(Records from a data source)
·····

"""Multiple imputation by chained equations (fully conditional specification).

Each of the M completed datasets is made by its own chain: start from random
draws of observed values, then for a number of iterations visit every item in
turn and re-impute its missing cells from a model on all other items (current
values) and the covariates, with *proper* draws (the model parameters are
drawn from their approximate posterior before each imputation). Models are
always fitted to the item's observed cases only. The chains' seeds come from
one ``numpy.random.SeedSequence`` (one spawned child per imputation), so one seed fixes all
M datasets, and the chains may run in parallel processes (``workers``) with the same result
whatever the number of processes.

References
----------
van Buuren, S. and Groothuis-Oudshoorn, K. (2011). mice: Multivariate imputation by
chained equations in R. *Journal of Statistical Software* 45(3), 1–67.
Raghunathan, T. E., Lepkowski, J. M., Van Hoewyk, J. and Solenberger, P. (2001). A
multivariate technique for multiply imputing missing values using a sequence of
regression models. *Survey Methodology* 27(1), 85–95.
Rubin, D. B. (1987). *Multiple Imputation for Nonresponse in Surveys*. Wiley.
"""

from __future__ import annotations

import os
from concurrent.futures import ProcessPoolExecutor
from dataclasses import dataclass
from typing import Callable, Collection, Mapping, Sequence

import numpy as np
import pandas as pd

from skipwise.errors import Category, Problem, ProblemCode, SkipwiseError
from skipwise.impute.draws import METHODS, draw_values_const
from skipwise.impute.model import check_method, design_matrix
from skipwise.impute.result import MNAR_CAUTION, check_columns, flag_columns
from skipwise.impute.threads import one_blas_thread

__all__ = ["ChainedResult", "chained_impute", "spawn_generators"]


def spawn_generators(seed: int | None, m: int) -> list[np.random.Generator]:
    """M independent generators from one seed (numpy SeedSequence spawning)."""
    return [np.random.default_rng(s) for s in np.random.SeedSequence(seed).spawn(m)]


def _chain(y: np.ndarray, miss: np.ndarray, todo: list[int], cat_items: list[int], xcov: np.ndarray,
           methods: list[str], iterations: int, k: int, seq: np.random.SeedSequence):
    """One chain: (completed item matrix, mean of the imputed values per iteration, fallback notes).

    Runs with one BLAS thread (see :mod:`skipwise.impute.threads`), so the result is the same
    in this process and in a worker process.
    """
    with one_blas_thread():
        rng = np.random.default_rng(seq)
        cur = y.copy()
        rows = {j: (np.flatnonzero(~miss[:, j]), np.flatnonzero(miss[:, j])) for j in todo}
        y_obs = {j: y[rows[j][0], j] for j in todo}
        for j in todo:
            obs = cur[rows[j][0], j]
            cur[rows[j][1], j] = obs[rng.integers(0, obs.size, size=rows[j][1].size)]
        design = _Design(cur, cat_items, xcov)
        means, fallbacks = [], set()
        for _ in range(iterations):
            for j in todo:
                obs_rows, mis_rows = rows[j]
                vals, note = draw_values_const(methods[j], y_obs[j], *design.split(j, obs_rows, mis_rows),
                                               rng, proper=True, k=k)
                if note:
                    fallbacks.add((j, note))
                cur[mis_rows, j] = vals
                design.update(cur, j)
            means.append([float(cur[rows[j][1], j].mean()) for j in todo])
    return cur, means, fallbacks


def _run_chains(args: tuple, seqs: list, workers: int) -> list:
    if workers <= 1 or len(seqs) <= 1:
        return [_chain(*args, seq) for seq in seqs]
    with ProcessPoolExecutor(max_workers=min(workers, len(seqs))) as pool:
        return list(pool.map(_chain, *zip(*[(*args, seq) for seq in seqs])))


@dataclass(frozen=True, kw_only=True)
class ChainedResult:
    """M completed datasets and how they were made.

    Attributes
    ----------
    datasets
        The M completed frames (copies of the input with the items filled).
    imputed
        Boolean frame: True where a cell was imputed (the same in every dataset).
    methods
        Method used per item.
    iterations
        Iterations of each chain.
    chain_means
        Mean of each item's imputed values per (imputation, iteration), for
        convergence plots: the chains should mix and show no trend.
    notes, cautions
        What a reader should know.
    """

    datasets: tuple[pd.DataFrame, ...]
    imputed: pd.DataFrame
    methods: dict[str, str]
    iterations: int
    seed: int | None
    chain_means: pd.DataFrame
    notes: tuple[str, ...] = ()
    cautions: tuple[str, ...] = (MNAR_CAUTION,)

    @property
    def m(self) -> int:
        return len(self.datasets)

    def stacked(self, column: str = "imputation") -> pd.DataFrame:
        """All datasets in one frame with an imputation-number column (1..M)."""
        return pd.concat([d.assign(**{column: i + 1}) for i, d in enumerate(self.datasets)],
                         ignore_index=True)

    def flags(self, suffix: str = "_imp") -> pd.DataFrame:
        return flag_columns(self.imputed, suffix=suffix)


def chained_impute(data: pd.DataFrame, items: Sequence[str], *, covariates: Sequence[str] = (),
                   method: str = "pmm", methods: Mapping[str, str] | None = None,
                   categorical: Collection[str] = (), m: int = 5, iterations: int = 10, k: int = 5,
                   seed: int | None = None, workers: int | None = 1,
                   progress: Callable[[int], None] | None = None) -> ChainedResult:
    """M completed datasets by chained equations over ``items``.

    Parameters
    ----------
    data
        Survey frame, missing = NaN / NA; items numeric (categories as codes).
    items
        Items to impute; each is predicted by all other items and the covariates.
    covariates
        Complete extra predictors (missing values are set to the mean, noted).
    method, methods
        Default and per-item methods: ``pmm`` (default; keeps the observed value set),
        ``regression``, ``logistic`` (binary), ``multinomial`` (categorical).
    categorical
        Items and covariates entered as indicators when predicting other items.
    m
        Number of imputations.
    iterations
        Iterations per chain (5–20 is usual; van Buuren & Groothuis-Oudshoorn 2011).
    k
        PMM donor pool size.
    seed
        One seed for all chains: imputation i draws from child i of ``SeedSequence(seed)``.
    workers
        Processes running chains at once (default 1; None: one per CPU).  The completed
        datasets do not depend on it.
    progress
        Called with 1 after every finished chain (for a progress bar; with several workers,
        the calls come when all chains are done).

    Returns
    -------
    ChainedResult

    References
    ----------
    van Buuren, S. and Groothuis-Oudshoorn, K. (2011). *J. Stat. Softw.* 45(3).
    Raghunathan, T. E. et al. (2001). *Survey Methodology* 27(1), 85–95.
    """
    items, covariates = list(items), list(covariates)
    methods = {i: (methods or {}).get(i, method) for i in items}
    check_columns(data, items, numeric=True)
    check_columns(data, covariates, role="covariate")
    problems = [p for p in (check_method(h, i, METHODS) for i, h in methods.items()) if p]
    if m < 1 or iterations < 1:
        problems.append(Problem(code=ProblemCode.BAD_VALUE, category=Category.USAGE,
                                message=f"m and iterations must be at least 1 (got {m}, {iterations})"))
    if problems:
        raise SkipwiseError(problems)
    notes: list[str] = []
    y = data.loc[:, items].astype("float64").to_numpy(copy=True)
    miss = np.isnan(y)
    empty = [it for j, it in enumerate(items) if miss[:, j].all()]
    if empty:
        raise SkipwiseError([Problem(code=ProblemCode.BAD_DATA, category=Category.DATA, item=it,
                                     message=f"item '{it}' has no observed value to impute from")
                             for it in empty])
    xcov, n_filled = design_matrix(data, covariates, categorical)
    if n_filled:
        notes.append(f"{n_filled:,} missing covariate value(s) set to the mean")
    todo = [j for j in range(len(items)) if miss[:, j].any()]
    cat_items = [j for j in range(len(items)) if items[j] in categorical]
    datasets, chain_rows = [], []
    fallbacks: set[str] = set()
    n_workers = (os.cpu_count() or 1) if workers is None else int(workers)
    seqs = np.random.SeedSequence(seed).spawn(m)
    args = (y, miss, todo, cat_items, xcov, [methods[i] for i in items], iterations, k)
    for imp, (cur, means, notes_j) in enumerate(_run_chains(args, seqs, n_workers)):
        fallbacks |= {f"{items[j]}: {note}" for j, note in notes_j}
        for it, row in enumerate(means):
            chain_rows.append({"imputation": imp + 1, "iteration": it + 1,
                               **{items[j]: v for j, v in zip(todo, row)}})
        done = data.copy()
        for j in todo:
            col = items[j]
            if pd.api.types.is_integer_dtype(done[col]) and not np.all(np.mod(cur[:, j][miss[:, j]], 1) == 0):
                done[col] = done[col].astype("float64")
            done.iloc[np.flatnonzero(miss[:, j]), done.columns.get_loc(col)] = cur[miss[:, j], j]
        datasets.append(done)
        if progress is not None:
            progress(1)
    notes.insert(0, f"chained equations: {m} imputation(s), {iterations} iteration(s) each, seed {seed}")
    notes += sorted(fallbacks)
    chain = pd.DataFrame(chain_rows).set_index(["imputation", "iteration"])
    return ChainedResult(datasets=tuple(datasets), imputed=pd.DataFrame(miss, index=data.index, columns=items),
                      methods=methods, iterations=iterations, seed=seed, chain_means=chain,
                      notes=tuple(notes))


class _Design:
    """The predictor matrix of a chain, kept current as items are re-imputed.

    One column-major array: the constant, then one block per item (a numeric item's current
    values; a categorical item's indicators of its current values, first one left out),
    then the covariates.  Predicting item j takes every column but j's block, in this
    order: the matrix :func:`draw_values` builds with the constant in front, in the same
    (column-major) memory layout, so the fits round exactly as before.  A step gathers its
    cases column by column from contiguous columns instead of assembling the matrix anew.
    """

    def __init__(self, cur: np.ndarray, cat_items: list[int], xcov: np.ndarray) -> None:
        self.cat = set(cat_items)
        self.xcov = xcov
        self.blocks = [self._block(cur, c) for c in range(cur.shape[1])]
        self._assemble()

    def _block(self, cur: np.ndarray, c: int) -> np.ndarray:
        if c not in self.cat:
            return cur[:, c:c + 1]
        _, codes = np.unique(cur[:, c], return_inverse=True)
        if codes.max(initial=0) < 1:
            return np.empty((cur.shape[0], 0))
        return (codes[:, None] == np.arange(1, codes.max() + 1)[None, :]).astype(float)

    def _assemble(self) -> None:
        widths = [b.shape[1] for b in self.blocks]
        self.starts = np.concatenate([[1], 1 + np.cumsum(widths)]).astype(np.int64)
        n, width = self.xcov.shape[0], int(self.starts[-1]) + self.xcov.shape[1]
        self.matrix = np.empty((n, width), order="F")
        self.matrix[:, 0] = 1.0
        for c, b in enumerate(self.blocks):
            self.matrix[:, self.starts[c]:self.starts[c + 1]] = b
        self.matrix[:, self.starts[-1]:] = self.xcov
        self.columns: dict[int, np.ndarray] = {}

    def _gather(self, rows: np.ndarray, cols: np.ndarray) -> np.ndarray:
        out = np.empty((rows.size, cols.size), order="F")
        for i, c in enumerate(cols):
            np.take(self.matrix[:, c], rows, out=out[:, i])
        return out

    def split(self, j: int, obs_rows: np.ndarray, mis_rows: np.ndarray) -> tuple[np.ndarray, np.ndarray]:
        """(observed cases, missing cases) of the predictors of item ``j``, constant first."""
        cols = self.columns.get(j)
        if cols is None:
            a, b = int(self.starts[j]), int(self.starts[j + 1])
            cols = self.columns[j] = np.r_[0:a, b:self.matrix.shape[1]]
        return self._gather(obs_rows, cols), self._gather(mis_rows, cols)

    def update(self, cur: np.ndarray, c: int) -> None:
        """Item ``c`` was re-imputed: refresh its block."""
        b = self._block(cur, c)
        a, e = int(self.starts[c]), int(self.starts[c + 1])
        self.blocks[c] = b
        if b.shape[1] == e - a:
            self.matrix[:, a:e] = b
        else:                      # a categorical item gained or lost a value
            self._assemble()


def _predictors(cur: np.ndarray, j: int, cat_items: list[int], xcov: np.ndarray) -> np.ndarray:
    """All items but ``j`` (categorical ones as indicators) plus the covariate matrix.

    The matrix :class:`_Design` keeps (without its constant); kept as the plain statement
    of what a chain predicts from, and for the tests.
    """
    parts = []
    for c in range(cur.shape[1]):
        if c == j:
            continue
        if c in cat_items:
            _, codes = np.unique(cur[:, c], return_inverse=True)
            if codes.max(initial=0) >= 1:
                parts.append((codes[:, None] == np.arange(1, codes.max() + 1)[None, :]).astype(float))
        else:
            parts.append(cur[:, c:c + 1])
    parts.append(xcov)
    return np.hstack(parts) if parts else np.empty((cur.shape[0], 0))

·····

▸ ASSIGNMENT
Where a line above holds the string "Collection", show that line.

▸ SOLUTION TO THIS PROBLEM
from typing import Callable, Collection, Mapping, Sequence
                   categorical: Collection[str] = (), m: int = 5, iterations: int = 10, k: int = 5,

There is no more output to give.